- Born: April 23, 1911 Charlottenburg, Germany
- Died: May 27, 1962 (aged 51) Richmond, Victoria
- Citizenship: German
- Education: Humboldt University of Berlin
- Known for: combinatorics, number theory, and topology
- Scientific career
- Fields: Mathematician

= Felix Behrend =

German mathematician (1911–1962)

Felix Adalbert Behrend (23 April 1911 – 27 May 1962) was a German mathematician of Jewish descent who escaped Nazi Germany and settled in Australia. His research interests included combinatorics, number theory, and topology. Behrend's theorem and Behrend sequences are named after him.

==Life==
Behrend was born on 23 April 1911 in Charlottenburg, a suburb of Berlin. He was one of four children of Dr. Felix W. Behrend, a politically liberal mathematics and physics teacher. Although of Jewish descent, their family was Lutheran. Behrend followed his father in studying both mathematics and physics, both at Humboldt University of Berlin and the University of Hamburg, and completed a doctorate in 1933 at Humboldt University. His dissertation, Über numeri abundantes [On abundant numbers] was supervised by Erhard Schmidt.

With Adolf Hitler's rise to power in 1933, Behrend's father lost his job, and Behrend himself moved to Cambridge University in England to work with Harold Davenport and G. H. Hardy. After taking work with a life insurance company in Zürich in 1935 he was transferred to Prague, where he earned a habilitation at Charles University in 1938 while continuing to work as an actuary. He left Czechoslovakia in 1939, just before the war reached that country, and returned through Switzerland to England, but was deported on the HMT Dunera to Australia as an enemy alien in 1940.

Although both Hardy and J. H. C. Whitehead intervened for an early release, he remained in the prison camps in Australia, teaching mathematics there to the other internees.
After Thomas MacFarland Cherry added to the calls for his release, he gained his freedom in 1942 and began working at the University of Melbourne. He remained there for the rest of the career, and married a Hungarian dance teacher in 1945 in the Queen's College chapel; they had two children. Although his highest rank was associate professor, Bernhard Neumann writes that "he would have been made a (personal) professor" if not for his untimely death.
He died of brain cancer on 27 May 1962 in Richmond, Victoria, a suburb of Melbourne.

==Contributions==
Behrend's work covered a wide range of topics, and often consisted of "a new approach to questions already deeply studied".

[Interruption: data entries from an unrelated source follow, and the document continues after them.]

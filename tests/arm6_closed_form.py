"""The explicit equations of a measured six-joint arm (source arm6_1986): published constants, how they follow from the link data,
inertia matrix, velocity coefficients and gravity vector. Written from memory of the paper; no recursion, no code of the project.

Two published constants, I1 and I3, do not follow from the link data (1.43 against 1.553 and 1.38 against 1.602 kg m^2), so a test
uses either the published set or the derived one, never a mixture.
"""

import math
from collections.abc import Sequence

import numpy as np
from numpy.typing import NDArray

Array = NDArray[np.float64]
Constants = dict[str, float]

IM = (1.14, 4.71, 0.827, 0.200, 0.179, 0.193)  # kg m^2, motor and drive at the joint

# By name, as printed: "name value" pairs; the tolerances stand beside the constants in the paper.
_PUBLISHED = """
I1 1.43 I2 1.75 I3 1.38 I4 0.690 I5 0.372 I6 0.333 I7 0.298 I8 -0.134 I9 0.0238 I10 -0.0213 I11 -0.0142 I12 -0.0110
I13 -3.79e-3 I14 1.64e-3 I15 1.25e-3 I16 1.24e-3 I17 6.42e-4 I18 4.31e-4 I19 3.00e-4 I20 -2.02e-4 I21 -1.00e-4 I22 -5.80e-5
I23 4.00e-5 g1 -37.2 g2 -8.44 g3 1.02 g4 0.249 g5 -0.0282
"""
_TOLERANCES = """
I2 0.07 I4 0.020 I5 0.031 I6 0.016 I7 0.029 I8 0.014 I9 0.0120 I10 0.0022 I11 0.0070 I12 0.0011 I13 0.90e-3 I14 0.07e-3
I15 0.30e-3 I16 0.30e-3 I17 3.00e-4 I18 1.30e-4 I19 14.0e-4 I20 8.00e-4 I21 6.00e-4 I22 1.50e-5 I23 2.00e-5
g1 0.5 g2 0.20 g3 0.50 g4 0.025 g5 0.0056
"""


def _pairs(text: str) -> Constants:
    words = text.split()
    return {name: float(value) for name, value in zip(words[::2], words[1::2], strict=True)}


PUBLISHED, TOLERANCES = _pairs(_PUBLISHED), _pairs(_TOLERANCES)


def derived_constants(g: float) -> Constants:
    """The constants from the link data of tables 4 to 6, kg m^2 and N m; g in m/s^2."""
    a2, a3, d2, d3, d4 = 0.4318, -0.0203, 0.2435, -0.0934, 0.4331
    m2, m3, m4, m5, m6 = 17.40, 4.80, 0.82, 0.34, 0.09
    rx2, ry2, rz2, ry3, rz3, rz4, rz6 = 0.068, 0.006, -0.016, -0.070, 0.014, -0.019, 0.032
    Izz1 = 0.35
    (Ixx2, Iyy2, Izz2), (Ixx3, Iyy3, Izz3) = (0.130, 0.524, 0.539), (0.066, 0.0125, 0.086)
    (Ixx4, Iyy4, Izz4), (Ixx5, Iyy5, Izz5) = (1.8e-3, 1.8e-3, 1.3e-3), (0.30e-3, 0.30e-3, 0.40e-3)
    Ixx6, Izz6 = 0.15e-3, 0.04e-3
    w = m4 + m5 + m6
    W = m3 + w
    D = d2 + d3
    k: Constants = {}
    k["I1"] = Izz1 + m2 * d2**2 + w * a3**2 + m2 * rz2**2 + W * D**2 + Ixx2 + Iyy3 + 2 * m2 * d2 * rz2 + m2 * ry2**2 + m3 * rz3**2
    k["I1"] += 2 * m3 * D * rz3 + Izz4 + Iyy5 + Izz6
    k["I2"] = Izz2 + m2 * (rx2**2 + ry2**2) + W * a2**2
    k["I3"] = -Ixx2 + Iyy2 + W * a2**2 + m2 * rx2**2 - m2 * ry2**2
    k["I4"] = m2 * rx2 * (d2 + rz2) + m3 * a2 * rz3 + W * a2 * D
    k["I5"] = -m3 * a2 * ry3 + w * a2 * d4 + m4 * a2 * rz4
    k["I6"] = Izz3 + m3 * ry3**2 + m4 * a3**2 + m4 * (d4 + rz4) ** 2 + Iyy4 + m5 * (a3**2 + d4**2) + Izz5
    k["I6"] += m6 * (a3**2 + d4**2) + m6 * rz6**2 + Ixx6
    k["I7"] = m3 * ry3**2 + Ixx3 - Iyy3 + m4 * rz4**2 + 2 * m4 * d4 * rz4 + w * (d4**2 - a3**2) + Iyy4 - Izz4 + Izz5 - Iyy5
    k["I7"] += m6 * rz6**2 - Izz6 + Ixx6
    k["I8"] = -m4 * D * (d4 + rz4) - (m5 + m6) * D * d4 + m3 * ry3 * rz3 + m3 * D * ry3
    k["I9"] = m2 * ry2 * (d2 + rz2)
    k["I10"] = 2 * m4 * a3 * rz4 + 2 * w * a3 * d4
    k["I11"] = -2 * m2 * rx2 * ry2
    k["I12"] = w * a2 * a3
    k["I13"] = w * a3 * D
    k["I14"] = Izz4 + Iyy5 + Izz6
    k["I15"] = m6 * d4 * rz6
    k["I16"] = m6 * a2 * rz6
    k["I17"] = Izz5 + Ixx6 + m6 * rz6**2
    k["I18"] = m6 * D * rz6
    k["I19"] = Iyy4 - Ixx4 + Izz5 - Iyy5 + m6 * rz6**2 + Ixx6 - Izz6
    k["I20"] = Iyy5 - Ixx5 - m6 * rz6**2 + Izz6 - Ixx6
    k["I21"] = Ixx4 - Iyy4 + Ixx5 - Izz5
    k["I22"] = m6 * a3 * rz6
    k["I23"] = Izz6
    k["g1"] = -g * (W * a2 + m2 * rx2)
    k["g2"] = g * (m3 * ry3 - w * d4 - m4 * rz4)
    k["g3"] = g * m2 * ry2
    k["g4"] = -g * w * a3
    k["g5"] = -g * m6 * rz6
    return k


class Pose:
    """Sines and cosines of a pose with the abbreviations of the paper: SS = sin^2, CC = cos^2, SC = sin cos, 223 = 2 q2 + q3."""

    def __init__(self, q: Sequence[float]) -> None:
        _, q2, q3, q4, q5, _ = q
        self.S2, self.C2 = math.sin(q2), math.cos(q2)
        self.S3, self.C3 = math.sin(q3), math.cos(q3)
        self.S23, self.C23 = math.sin(q2 + q3), math.cos(q2 + q3)
        self.S223, self.C223 = math.sin(2 * q2 + q3), math.cos(2 * q2 + q3)
        self.S4, self.C4 = math.sin(q4), math.cos(q4)
        self.S5, self.C5 = math.sin(q5), math.cos(q5)
        self.SS2, self.CC2, self.SC2 = self.S2**2, self.C2**2, self.S2 * self.C2
        self.SS23, self.CC23, self.SC23 = self.S23**2, self.C23**2, self.S23 * self.C23
        self.SS4, self.CC4, self.SC4 = self.S4**2, self.C4**2, self.S4 * self.C4
        self.SS5, self.CC5, self.SC5 = self.S5**2, self.C5**2, self.S5 * self.C5


def inertia_matrix(k: Constants, q: Sequence[float]) -> Array:
    """Inertia matrix with the drives on its diagonal, (6, 6) kg m^2."""
    p = Pose(q)
    a = np.zeros((7, 7))  # joints count from 1, as in the paper
    a[1, 1] = IM[0] + k["I1"] + k["I3"] * p.CC2 + k["I7"] * p.SS23 + k["I10"] * p.SC23 + k["I11"] * p.SC2
    a[1, 1] += k["I20"] * (p.SS5 * (p.SS23 * (1 + p.CC4) - 1) - 2 * p.SC23 * p.C4 * p.SC5) + k["I21"] * p.SS23 * p.CC4
    a[1, 1] += 2 * (k["I5"] * p.C2 * p.S23 + k["I12"] * p.C2 * p.C23 + k["I15"] * (p.SS23 * p.C5 + p.SC23 * p.C4 * p.S5))
    a[1, 1] += 2 * (k["I16"] * p.C2 * (p.S23 * p.C5 + p.C23 * p.C4 * p.S5) + k["I18"] * p.S4 * p.S5)
    a[1, 1] += 2 * k["I22"] * (p.SC23 * p.C5 + p.CC23 * p.C4 * p.S5)
    a[1, 3] = k["I8"] * p.C23 + k["I13"] * p.S23 - k["I15"] * p.C23 * p.S4 * p.S5 + k["I19"] * p.S23 * p.SC4
    a[1, 3] += k["I18"] * (p.S23 * p.C4 * p.S5 - p.C23 * p.C5) + k["I22"] * p.S23 * p.S4 * p.S5
    a[1, 3] += k["I20"] * p.S4 * (p.S23 * p.C4 * p.CC5 + p.C23 * p.SC5)
    a[1, 2] = a[1, 3] + k["I4"] * p.S2 + k["I9"] * p.C2 + k["I16"] * p.S2 * p.S4 * p.S5
    a[1, 4] = k["I14"] * p.C23 + k["I15"] * p.S23 * p.C4 * p.S5 + k["I16"] * p.C2 * p.C4 * p.S5 + k["I18"] * p.C23 * p.S4 * p.S5
    a[1, 4] += -k["I20"] * (p.S23 * p.C4 * p.SC5 + p.C23 * p.SS5) + k["I22"] * p.C23 * p.C4 * p.S5
    a[1, 5] = k["I15"] * p.S23 * p.S4 * p.C5 + k["I16"] * p.C2 * p.S4 * p.C5 + k["I17"] * p.S23 * p.S4
    a[1, 5] += k["I18"] * (p.S23 * p.S5 - p.C23 * p.C4 * p.C5) + k["I22"] * p.C23 * p.S4 * p.C5
    a[1, 6] = k["I23"] * (p.C23 * p.C5 - p.S23 * p.C4 * p.S5)
    elbow = k["I20"] * p.SS4 * p.SS5 + k["I21"] * p.SS4 + 2 * (k["I15"] * p.C5 + k["I22"] * p.C4 * p.S5)
    stretch = k["I5"] * p.S3 + k["I12"] * p.C3 + k["I16"] * (p.S3 * p.C5 + p.C3 * p.C4 * p.S5)
    a[2, 2] = IM[1] + k["I2"] + k["I6"] + elbow + 2 * stretch
    a[2, 3] = k["I6"] + elbow + stretch
    a[3, 3] = IM[2] + k["I6"] + elbow
    a[3, 4] = -k["I15"] * p.S4 * p.S5 + k["I20"] * p.S4 * p.SC5
    a[2, 4] = a[3, 4] - k["I16"] * p.S3 * p.S4 * p.S5
    a[3, 5] = k["I15"] * p.C4 * p.C5 + k["I17"] * p.C4 + k["I22"] * p.S5
    a[2, 5] = a[3, 5] + k["I16"] * (p.C3 * p.S5 + p.S3 * p.C4 * p.C5)
    a[2, 6] = a[3, 6] = k["I23"] * p.S4 * p.S5
    a[4, 4] = IM[3] + k["I14"] - k["I20"] * p.SS5
    a[4, 6] = k["I23"] * p.C5
    a[5, 5] = IM[4] + k["I17"]
    a[6, 6] = IM[5] + k["I23"]
    upper = a[1:, 1:]
    return upper + np.triu(upper, 1).T


def gravity_vector(k: Constants, q: Sequence[float]) -> Array:
    """Gravity torques, (6,) N m."""
    p = Pose(q)
    wrist = k["g5"] * (p.S23 * p.C5 + p.C23 * p.C4 * p.S5)
    g3 = k["g2"] * p.S23 + k["g4"] * p.C23 + wrist
    g2 = k["g1"] * p.C2 + k["g3"] * p.S2 + g3
    return np.array([0.0, g2, g3, -k["g5"] * p.S23 * p.S4 * p.S5, k["g5"] * (p.C23 * p.S5 + p.S23 * p.C4 * p.C5), 0.0])


def velocity_coefficients(k: Constants, q: Sequence[float]) -> dict[tuple[int, int, int], float]:
    """Coefficients printed one by one: (i, j, k) of qd_j qd_k in torque i, joints from 1; (i, j, j) are the centrifugal ones."""
    p = Pose(q)
    turned = 1 - 2 * p.SS23
    outer = k["I7"] * p.SC23 + k["I15"] * (2 * p.SC23 * p.C5 + turned * p.C4 * p.S5) + k["I21"] * p.SC23 * p.CC4
    outer += k["I20"] * ((1 + p.CC4) * p.SC23 * p.SS5 - turned * p.C4 * p.SC5)
    outer += k["I22"] * (turned * p.C5 - 2 * p.SC23 * p.C4 * p.S5)
    b: dict[tuple[int, int, int], float] = {}
    b[1, 1, 2] = 2 * (-k["I3"] * p.SC2 + k["I5"] * p.C223 - k["I12"] * p.S223 + k["I16"] * (p.C223 * p.C5 - p.S223 * p.C4 * p.S5))
    b[1, 1, 2] += 2 * outer + k["I10"] * turned + k["I11"] * (1 - 2 * p.SS2)
    b[1, 1, 3] = 2 * (k["I5"] * p.C2 * p.C23 - k["I12"] * p.C2 * p.S23 + k["I16"] * p.C2 * (p.C23 * p.C5 - p.S23 * p.C4 * p.S5))
    b[1, 1, 3] += 2 * outer + k["I10"] * turned
    b[1, 1, 4] = -k["I15"] * p.SC23 * p.S4 * p.S5 - k["I16"] * p.C2 * p.C23 * p.S4 * p.S5 + k["I18"] * p.C4 * p.S5
    b[1, 1, 4] += -k["I20"] * (p.SS23 * p.SS5 * p.SC4 - p.SC23 * p.S4 * p.SC5) - k["I22"] * p.CC23 * p.S4 * p.S5
    b[1, 1, 4] = 2 * (b[1, 1, 4] - k["I21"] * p.SS23 * p.SC4)
    b[1, 1, 5] = k["I20"] * (p.SC5 * (p.CC4 * (1 - p.CC23) - p.CC23) - p.SC23 * p.C4 * (1 - 2 * p.SS5))
    b[1, 1, 5] += -k["I15"] * (p.SS23 * p.S5 - p.SC23 * p.C4 * p.C5) - k["I16"] * p.C2 * (p.S23 * p.S5 - p.C23 * p.C4 * p.C5)
    b[1, 1, 5] = 2 * (b[1, 1, 5] + k["I18"] * p.S4 * p.C5 + k["I22"] * (p.CC23 * p.C4 * p.C5 - p.SC23 * p.S5))
    b[1, 1, 6] = 0.0
    swing = -k["I8"] * p.S23 + k["I13"] * p.C23 + k["I15"] * p.S23 * p.S4 * p.S5 + k["I18"] * (p.C23 * p.C4 * p.S5 + p.S23 * p.C5)
    swing += k["I19"] * p.C23 * p.SC4 + k["I20"] * p.S4 * (p.C23 * p.C4 * p.CC5 - p.S23 * p.SC5) + k["I22"] * p.C23 * p.S4 * p.S5
    b[1, 2, 3] = 2 * swing
    b[3, 1, 4] = -k["I15"] * p.C23 * p.C4 * p.S5 + k["I20"] * (p.S23 * (p.CC5 * p.CC4 - 0.5) + p.C23 * p.C4 * p.SC5)
    b[3, 1, 4] = k["I14"] * p.S23 + k["I19"] * p.S23 * (1 - 2 * p.SS4) + 2 * (b[3, 1, 4] + k["I22"] * p.S23 * p.C4 * p.S5)
    b[2, 1, 4] = b[3, 1, 4] + 2 * k["I16"] * p.S2 * p.C4 * p.S5
    b[2, 2, 3] = 2 * (-k["I12"] * p.S3 + k["I5"] * p.C3 + k["I16"] * (p.C3 * p.C5 - p.S3 * p.C4 * p.S5))
    b[2, 2, 4] = -k["I16"] * p.C3 * p.S4 * p.S5
    b[2, 2, 4] = 2 * (b[2, 2, 4] + k["I20"] * p.SC4 * p.SS5 + k["I21"] * p.SC4 - k["I22"] * p.S4 * p.S5)
    b[2, 2, 5] = -k["I15"] * p.S5 + k["I16"] * (p.C3 * p.C4 * p.C5 - p.S3 * p.S5) + k["I20"] * p.SS4 * p.SC5
    b[2, 2, 5] = 2 * (b[2, 2, 5] + k["I22"] * p.C4 * p.C5)
    b[2, 3, 5] = b[2, 2, 5]
    b[4, 1, 2], b[4, 1, 3] = -b[2, 1, 4], -b[3, 1, 4]
    b[4, 1, 5] = -k["I20"] * (p.S23 * p.C4 * (1 - 2 * p.SS5) + 2 * p.C23 * p.SC5) - k["I17"] * p.S23 * p.C4
    b[1, 2, 2] = k["I4"] * p.C2 - k["I9"] * p.S2 + k["I16"] * p.C2 * p.S4 * p.S5 + swing
    b[1, 3, 3] = b[1, 2, 3] / 2
    b[2, 1, 1], b[3, 1, 1] = -b[1, 1, 2] / 2, -b[1, 1, 3] / 2
    b[3, 2, 2], b[2, 3, 3] = -b[2, 2, 3] / 2, b[2, 2, 3] / 2
    b[1, 1, 1] = b[2, 2, 2] = b[3, 3, 3] = 0.0
    return b


def abbreviated_model(q: Sequence[float]) -> tuple[dict[tuple[int, int], float], dict[int, float]]:
    """The published model of 1 % significance: elements of the inertia matrix and gravity torques, joints from 1."""
    p = Pose(q)
    a = {
        (1, 1): 2.57 + 1.38 * p.CC2 + 0.30 * p.SS23 + 0.744 * p.C2 * p.S23,
        (1, 2): 0.690 * p.S2 - 0.134 * p.C23 + 0.0238 * p.C2,
        (1, 3): -0.134 * p.C23 - 0.00397 * p.S23,
        (2, 2): 6.79 + 0.744 * p.S3,
        (2, 3): 0.333 + 0.372 * p.S3 - 0.0110 * p.C3,
        (3, 3): 1.16,
    }
    return a, {2: -37.2 * p.C2 - 8.4 * p.S23 + 1.02 * p.S2, 3: -8.4 * p.S23 + 0.25 * p.C23}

He began his research career in number theory, publishing three papers by the age of 23. His doctoral work provided upper and lower bounds on the density of the abundant numbers. He also provided elementary bounds on the prime number theorem, before that problem was solved more completely by Paul Erdős and Atle Selberg in the late 1940s.
He is known for his results in combinatorial number theory, and in particular for Behrend's theorem on the logarithmic density of sets of integers in which no member of the set is a multiple of any other, and for his construction of large Salem–Spencer sets of integers with no three-element arithmetic progression. Behrend sequences are sequences of integers whose multiples have density one; they are named for Behrend, who proved in 1948 that the sum of reciprocals of such a sequence must diverge.

He wrote one paper in algebraic geometry, on the number of symmetric polynomials needed to construct a system of polynomials without nontrivial real solutions, several short papers on mathematical analysis, and an investigation of the properties of geometric shapes that are invariant under affine transformations.
After moving to Melbourne his interests shifted to topology, first in the construction of polyhedral models of manifolds, and later in point-set topology.

He was also the author of a posthumously-published children's book, Ulysses' Father (1962), consisting of a collection of bedtime stories linked through the Greek legend of Sisyphus.